One in a Googol: DeepMind's Protein Folding AI
A couple weeks ago I talked about all the hard science that’s being done by intrepid gamers and idle PCs. One of the coolest was, and is, Folding@Home, a groundbreaking research project that allows millions of distributed, amateur scientists to gain insight into diseases like Alzheimer’s, cancer, and even COVID-19 by simulating protein patterns to help determine how they’ll fold.
Hang on, I’ll explain.
Most biological functions, whether desired or destructive, revolve around proteins. And the shape of a protein determines its function. The problem is that while scientists have managed to identify something like 200 million proteins over the past six decades, the structures — and therefore the behavior — is known for only a small fraction.
Proteins are the most functionally and structurally complex molecules we know of, and inferring their final shape from their contents is a nearly impossible task.
These tiny chains of amino acids can bend and shift and form themselves into a near-incomprehensible number of different nucleic acid sequences, or, “shapes.” How many? 1 googol* cubed. That’s 1 and then 300 zeroes.
*Yes, that’s where they got the name.
In 1972, Christian Anfinsen won the Nobel Prize in Chemistry for his work that said it was theoretically possible to determine a protein’s shape based on the sequence of its amino acids.
Since then, groups of scientists around the world have challenged one another every two years to predict the shapes of 100 proteins from their amino acid structures alone. Their predictions are tracked against 3D-modeling results by the Critical Assessment of Protein Structure Prediction team.
CASP measures the accuracy of the results, on a scale of 0-100.

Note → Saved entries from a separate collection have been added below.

// Package split assigns the files of a thrum output tree to train, eval and
// test so that no evaluation clip, nor anything derived from it, reaches
// training; it writes the lists, and audits a tree for leakage, including a
// near-duplicate search across the split boundary.
//
// # Assignment rules
//
// The unit is the group: a machine id and its ledger Group (the source
// recording, or its session). All files of a group share one split:
//
//	u = Unit(seed, "group", machine, group) ∈ [0, 1)
//	split = train if u < f_train; eval if u < f_train + f_eval; test otherwise
//
// Unit is SHA-256 over "thrum/split/v1\x00", the plant seed (8 bytes little
// endian) and the NUL-terminated strings kind, machine id and key; the first
// 8 bytes, big endian, top 53 bits over 2^53. A group's split depends on
// nothing but its own key, so adding recordings never moves existing ones.
//
// Fractions come per machine id (Machine.Split), else from the plant
// (Plant.Split), else DefaultFractions: train 0.70, eval 0.15, test 0.15,
// anomalous_eval 0.5. train + eval + test must be 1.
//
//   - A group with a real (recorded) anomalous clip goes to eval when
//     u < anomalous_eval, to test otherwise; never to train.
//   - A group with a clip in a hold-out condition goes to test.
//   - Only recorded files go to eval or test. Augmented and synthetic-fault
//     files are training-only: in a group whose split is eval or test they
//     are excluded (listed with split "excluded", reason "derived-of-eval").
//     They are dropped rather than moved to train, because a variant of an
//     evaluation recording in training is exactly the leak this package
//     prevents; the recorded clips keep the group's split.
//   - A training file mixed with a background whose own split is not train
//     is excluded (reason "background-not-train").
//   - Backgrounds are partitioned like groups: Unit(seed, "background", "",
//     id) against the default fractions. An eval/test file never carries a
//     training background, a training file never an eval/test one.
//   - A training file whose speed, condition rpm × Speed, lies inside the
//     band rpm·(1 ± band_percent/100) of a hold-out condition of the same
//     machine is an error: the hold-out would no longer test an unseen speed.
//   - When the normal recorded groups of one machine and condition are
//     fewer than the splits with a non-zero fraction, Assign fails with a
//     *TooFewGroupsError naming both. With enough groups a split may still
//     come out empty by chance (the hash is not forced, to stay stable);
//     Summarize shows it.
//
// # Use
//
//	entries, _ := split.ReadLedgers(out)
//	pol := split.PolicyFromPlant(plant)
//	rows, err := split.Assign(split.ItemsFromLedger(entries), pol)
//	err = split.WriteSplits(out, rows, pol)
//	rep, err := split.Audit(out, split.AuditOptions{})  // rep.OK()
//
// Expansion should draw only backgrounds with
// AssignBackgrounds(ids, pol)[id] == "train".
//
// # Files
//
// WriteSplits writes, under OUT/splits/, each by temporary file and rename:
// lists.csv (path, machine, condition, split, origin, label, group, sha256,
// source, source_sha256, speed, backgrounds joined by ";", reason),
// summary.csv (machine, split, origin, label, files, groups),
// backgrounds.csv (id, split) and plan.json (the Policy: seed, fractions,
// conditions with rpm, band and hold-out; and the background partition), so
// that Audit can redo everything from OUT alone.
//
// # Audit and the leakage taxonomy
//
// Audit reads the ledgers, lists, plan, features/<machine>/stats.json and
// the audio, and reports each broken rule with the files it concerns. The
// rules and the leakage type of Kapoor & Narayanan (2023, Patterns 4(9)
// 100804) each guards against:
//
//	rule                                 leakage type
//	lists-match-re-derived-assignment    no clean train/test split (L1.1)
//	listed-file-exists-and-matches       no clean train/test split (L1.1)
//	real-anomalies-not-in-training       no clean train/test split (L1.1)
//	statistics-fitted-on-training-only   pre-processing on train and test data together (L1.2)
//	no-identical-file-across-splits      duplicates across train and test (L1.4)
//	no-near-duplicate-across-splits      duplicates across train and test (L1.4)
//	group-in-one-split                   non-independence between train and test samples (L3.2)
//	source-recording-in-one-split        non-independence between train and test samples (L3.2)
//	hold-out-condition-intact            non-independence between train and test samples (L3.2)
//	no-training-speed-in-hold-out-band   non-independence between train and test samples (L3.2)
//	backgrounds-partitioned              non-independence between train and test samples (L3.2)
//	eval-test-file-is-a-recorded-clip    test set not drawn from the distribution of interest (L3.3)
//	derived-files-training-only          test set not drawn from the distribution of interest (L3.3)
//
// Each violation is one line of Report.WriteText:
//
//	<rule> [<leakage type>]: <file>[, <file>]: <detail>
//
// Not covered: temporal leakage (L3.1; the ledger has no recording dates),
// illegitimate features (L2) and feature selection on all data (L1.3).
// "eval-test-file-is-a-recorded-clip" compares the SHA-256 of the bytes on
// disk with the ledgers' recorded clips. AuditLists runs the duplicate rules
// alone on two sets of plain files, with no ledger.
//
// # Near-duplicate fingerprint
//
// The print follows J. Haitsma & T. Kalker (2002), "A highly robust audio
// fingerprinting system", Proc. ISMIR (from memory): 32 bits per frame from the signs of
// time-and-frequency differences of band energies,
//
//	F(t,m) = 1  if  [E(t+L,m) − E(t+L,m+1)] − [E(t,m) − E(t,m+1)] > 0,
//
// with these parameters: frames of 2^⌈log2(0.03·fs)⌉ samples (512 at
// 16 kHz), periodic Hann window, hop half a frame (16 ms); 33 bands equally
// spaced in mel (2595·log10(1 + f/700)) from 300 Hz to min(6 kHz, 0.45 fs);
// E smoothed over 32 frames (~0.5 s) with Hann weights; lag L = 4 frames.
// The smoothing replaces Haitsma & Kalker's long overlapping frames at a
// fraction of the FFT cost. Why this method: distinct recordings of one
// machine share its harmonic lines and long-term spectrum; the double
// difference cancels everything steady (lines, spectrum shape, gain), so the
// bits follow the slow fluctuations of that recording's noise and impacts,
// which differ between recordings. Spectral-peak landmarks (A. Wang 2003,
// "An industrial-strength audio search algorithm", Proc. ISMIR)
// would key on the machine's steady lines instead and match every recording
// of the machine.
//
// # Near-duplicate search
//
// Index uses bit-sampling locality-sensitive hashing for the Hamming
// distance (P. Indyk & R. Motwani 1998, "Approximate nearest neighbors:
// towards removing the curse of dimensionality", STOC): 12 tables, each keyed by 14 bits sampled
// at fixed random (frame, bit) positions inside a 64-frame window. Indexed
// prints store every 4th window; a query probes every 2nd. Hits vote for (print, offset) in 16-frame bins, one saturating byte per
// bin; keys held by more than 8 times the mean number of entries per key
// (plus 64) are skipped, as a key that many windows share carries no
// information. A print is a candidate when its best two neighbouring bins
// hold at least m votes, m the larger of 4 and the smallest count that
// fewer than 16 bin pairs would reach if the query's hits fell on the bins
// at random (Poisson); the 64 candidates with most votes are verified.
// Verification cuts the query into 64-frame blocks (~1 s), tables each
// block's BER for offsets within ±20 frames of the candidate's, and takes
// the best straight line through the table, o(b) = o0 + ρ·t_b with
// |ρ| ≤ 3 % in 0.5 % steps (a constant shift plus the drift of a speed
// change). A first pass on every second pair of frames rejects candidates
// whose estimate exceeds MaxBER + 0.05. The mean BER along the best line at
// or below MaxBER (default 0.39) is a match. Unrelated prints verify near
// 0.5 and distinct recordings of one synthetic machine at 0.43 or more;
// copies after ±6 dB gain, ±0.5 s shift, 10 dB SNR white noise or ±2 %
// speed measure at most 0.33 in the package tests.
//
// Cost: memory is 4 bytes per table per stored window (8 when the print
// number and frame need more than 32 bits) plus 4 bytes per frame, about
// 9 KB per 10 s clip; each searcher holds 1 byte per indexed print per
// 16-frame offset bin. A query touches every entry that shares one of its
// keys, so its cost grows with the index size over 2^14: about 4 ms of one
// core for 10 s clips against 8 500 indexed ones. Audit runs one Searcher
// per worker.
package split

This week, Google-owned AI group DeepMind (which up until now was best known for being super good at Starcraft) changed the game.
AI to the Rescue
DeepMind’s latest AI program AlphaFold has proven it can, with accuracy comparable to laboratory testing but leagues faster, predict a protein’s shape knowing only its amino acid structure.

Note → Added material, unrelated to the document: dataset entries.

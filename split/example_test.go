package split_test

import (
	"context"
	"fmt"

	"thrum/machine"
	"thrum/split"
)

// A hold-out condition goes to test whatever its hash says, and the
// variants derived from it are dropped rather than moved to training.
func ExampleAssign() {
	p := split.Policy{Seed: 7, Conditions: []split.ConditionPolicy{
		{Machine: "fan-b2", Name: "low", RPM: 900, BandPercent: 3},
		{Machine: "fan-b2", Name: "high", RPM: 1500, BandPercent: 3, HoldOut: true},
	}}
	var items []split.Item
	for g := range 6 {
		items = append(items, split.Item{Path: fmt.Sprintf("fan-b2/low/r%d.wav", g), Machine: "fan-b2", Condition: "low",
			Origin: machine.OriginRecorded, Label: machine.LabelNormal, Group: fmt.Sprintf("low-%d", g), Speed: 1})
	}
	items = append(items,
		split.Item{Path: "fan-b2/high/r0.wav", Machine: "fan-b2", Condition: "high",
			Origin: machine.OriginRecorded, Label: machine.LabelNormal, Group: "high-0", Speed: 1},
		split.Item{Path: "fan-b2/high/r0-v1.wav", Machine: "fan-b2", Condition: "high",
			Origin: machine.OriginAugmented, Label: machine.LabelNormal, Group: "high-0", Speed: 1.02})
	rows, err := split.Assign(context.Background(), items, p)
	if err != nil {
		fmt.Println(err)
		return
	}
	for _, r := range rows {
		if r.Condition == "high" {
			fmt.Println(r.Path, r.Split, r.Reason)
		}
	}
	// Output:
	// fan-b2/high/r0-v1.wav excluded derived-of-eval
	// fan-b2/high/r0.wav test hold-out
}

// Too few recordings for three splits is an error naming the machine and
// condition.
func ExampleTooFewGroupsError() {
	p := split.Policy{Seed: 1, Conditions: []split.ConditionPolicy{{Machine: "pump-a1", Name: "nominal", RPM: 1480, BandPercent: 2}}}
	items := []split.Item{
		{Path: "a.wav", Machine: "pump-a1", Condition: "nominal", Origin: machine.OriginRecorded, Label: machine.LabelNormal, Group: "a", Speed: 1},
		{Path: "b.wav", Machine: "pump-a1", Condition: "nominal", Origin: machine.OriginRecorded, Label: machine.LabelNormal, Group: "b", Speed: 1},
	}
	_, err := split.Assign(context.Background(), items, p)
	fmt.Println(err)
	// Output:
	// split: machine "pump-a1" condition "nominal": 2 normal recording group(s) cannot fill the 3 splits with a non-zero fraction (train, eval, test); record more sessions or set that split's fraction to 0
}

DeepMind trained AlphaFold on a database of 170,000 protein sequences and their shapes. After a few weeks, DeepMind entered AlphaFold into the CASP test, where it not only outperformed other computer programs, but performed at a level rivaling the best experimental laboratory methods.
Professor John Moult, co-founder of CASP, said:
“We have been stuck on this one problem – how do proteins fold up – for nearly 50 years. To see DeepMind produce a solution for this, having worked personally on this problem for so long and after so many stops and starts, wondering if we’d ever get there, is a very special moment.”
For the time being, AlphaFold will focus initially on malaria, sleeping sickness and leishmaniasis. But in the future, AI could unlock secrets like how some viruses’ proteins interact with the receptors on human cells.
Viruses like COVID-19.
I, for one, welcome our robot overlords.